The time has come to start exploring alternatives to nginx for those servers only serving static files (e.g. SPA frontends) or acting as reverse proxies to a backend.
lighttpd is an open-source web server optimized for speed-critical environments while remaining standards-compliant, secure and flexible. It was originally written by Jan Kneschke as a proof-of-concept of the c10k problem – how to handle 10,000 connections in parallel on one server, but has gained worldwide popularity. Its name is a portmanteau of "light" and "httpd".
To pull the latest image:
docker pull arca.dk/mads/lighttpd:latest
This experimental Docker image is 3.43 MB in size. It includes the bare minimum for the statically linked server to run and includes the following modules:
mod_auth
mod_accesslog
mod_access
mod_redirect
mod_rewrite
mod_cgi
mod_fastcgi
mod_scgi
mod_ssi
mod_proxy
mod_indexfile
mod_dirlisting
mod_staticfile
To add new modules, you need to add them to the resources/plugin-static.h
and rebuild the image.
The default configuration will dump access- and server-logs to /dev/stderr
, so logs are easy to collect in case this is being executed inside a cluster with centralized logging (e.g. with fluentd).
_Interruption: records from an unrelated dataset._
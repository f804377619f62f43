import { ChangeDetectionStrategy, Component, input } from '@angular/core';
import { ReactiveFormsModule, type FormArray } from '@angular/forms';
import { MatButtonModule } from '@angular/material/button';
import { MatFormFieldModule } from '@angular/material/form-field';
import { MatIconModule } from '@angular/material/icon';
import { MatInputModule } from '@angular/material/input';
import { MatSelectModule } from '@angular/material/select';
import { ISO_7010_CODES } from '@setwright/procedures/schema';
import { CAUTION_LEVEL_LABELS, SIGN_MEANINGS } from '../procedure-words';
import { cautionForm, moveItem, problemOf, type CautionForm } from './draft-form';

/** A list of cautions: level (its ISO 3864 colour), ISO 7010 sign and our own text. */
@Component({
  selector: 'sw-caution-editor',
  imports: [ReactiveFormsModule, MatButtonModule, MatFormFieldModule, MatIconModule, MatInputModule, MatSelectModule],
  template: `
    <fieldset class="list">
      <legend>{{ legend() }}</legend>
      @for (c of cautions().controls; track c; let i = $index) {
        <div class="row caution-row" role="group" [attr.aria-label]="itemName() + ' ' + (i + 1)">
          <mat-form-field appearance="outline">
            <mat-label>Kind</mat-label>
            <mat-select [formControl]="c.controls.level">
              @for (l of levels; track l.value) {
                <mat-option [value]="l.value">{{ l.label }}</mat-option>
              }
            </mat-select>
            <mat-error>{{ problem(c.controls.level) }}</mat-error>
          </mat-form-field>
          <mat-form-field appearance="outline">
            <mat-label>ISO 7010 sign</mat-label>
            <mat-select [formControl]="c.controls.code">
              <mat-option value="">No sign</mat-option>
              @for (code of codes; track code) {
                <mat-option [value]="code">{{ code }} · {{ meaning(code) }}</mat-option>
              }
            </mat-select>
            <mat-error>{{ problem(c.controls.code) }}</mat-error>
          </mat-form-field>
          <mat-form-field appearance="outline" class="grow">
            <mat-label>What it says</mat-label>
            <textarea matInput [formControl]="c.controls.text" rows="2"></textarea>
            <mat-error>{{ problem(c.controls.text) }}</mat-error>
          </mat-form-field>
          <div class="row-actions">
            <button mat-icon-button type="button" (click)="move(i, -1)" [disabled]="i === 0" [attr.aria-label]="'Move ' + itemName() + ' ' + (i + 1) + ' up'">
              <mat-icon>arrow_upward</mat-icon>
            </button>
            <button mat-icon-button type="button" (click)="move(i, 1)" [disabled]="i === cautions().length - 1" [attr.aria-label]="'Move ' + itemName() + ' ' + (i + 1) + ' down'">
              <mat-icon>arrow_downward</mat-icon>
            </button>
            <button mat-icon-button type="button" (click)="remove(i)" [attr.aria-label]="'Remove ' + itemName() + ' ' + (i + 1)">
              <mat-icon>delete</mat-icon>
            </button>
          </div>
        </div>
      } @empty {
        <p class="empty">None.</p>
      }
      <button mat-stroked-button type="button" (click)="add()"><mat-icon>add</mat-icon> {{ addLabel() }}</button>
    </fieldset>
  `,
  styleUrl: './editor.scss',
  changeDetection: ChangeDetectionStrategy.OnPush,
})
export class CautionEditor {
  readonly cautions = input.required<FormArray<CautionForm>>();
  readonly legend = input('Cautions');
  readonly itemName = input('caution');
  readonly addLabel = input('Add a caution');
  readonly revision = input(0);

  protected readonly levels = (Object.keys(CAUTION_LEVEL_LABELS) as (keyof typeof CAUTION_LEVEL_LABELS)[]).map((value) => ({ value, label: CAUTION_LEVEL_LABELS[value] }));
  protected readonly codes = ISO_7010_CODES;
  protected readonly problem = problemOf;
  protected meaning(code: string) {
    return SIGN_MEANINGS[code] ?? '';
  }

  protected add() {
    this.cautions().push(cautionForm());
  }
  protected remove(i: number) {
    this.cautions().removeAt(i);
  }
  protected move(i: number, by: -1 | 1) {
    moveItem(this.cautions(), i, by);
  }
}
To change any configuration option, modify the lighttpd.conf
or the relevant configureation in conf.d
and rebuild the image.
Clone the source:
git clone git@gitlab.com:madskristiansen/lighttpd.git
Build the image:
docker build -t lighttpd:test .
Start the Docker image and publish port 80:
docker run -p 80:80 --rm --name lighttpd lighttpd:test
From another terminal, check that the server responds correctly:
curl -I localhost
HTTP/1.1 200 OK
Content-Type: text/html
Accept-Ranges: bytes
ETag: "420230896"
Last-Modified: Mon, 18 Mar 2019 18:08:05 GMT
Content-Length: 95
Date: Mon, 18 Mar 2019 18:50:37 GMT
Server: lighttpd/1.4.53
As you can see, the server is running lighttpd/1.4.53
. In the default configuration, you should see the access- and server-logs dumped to the console.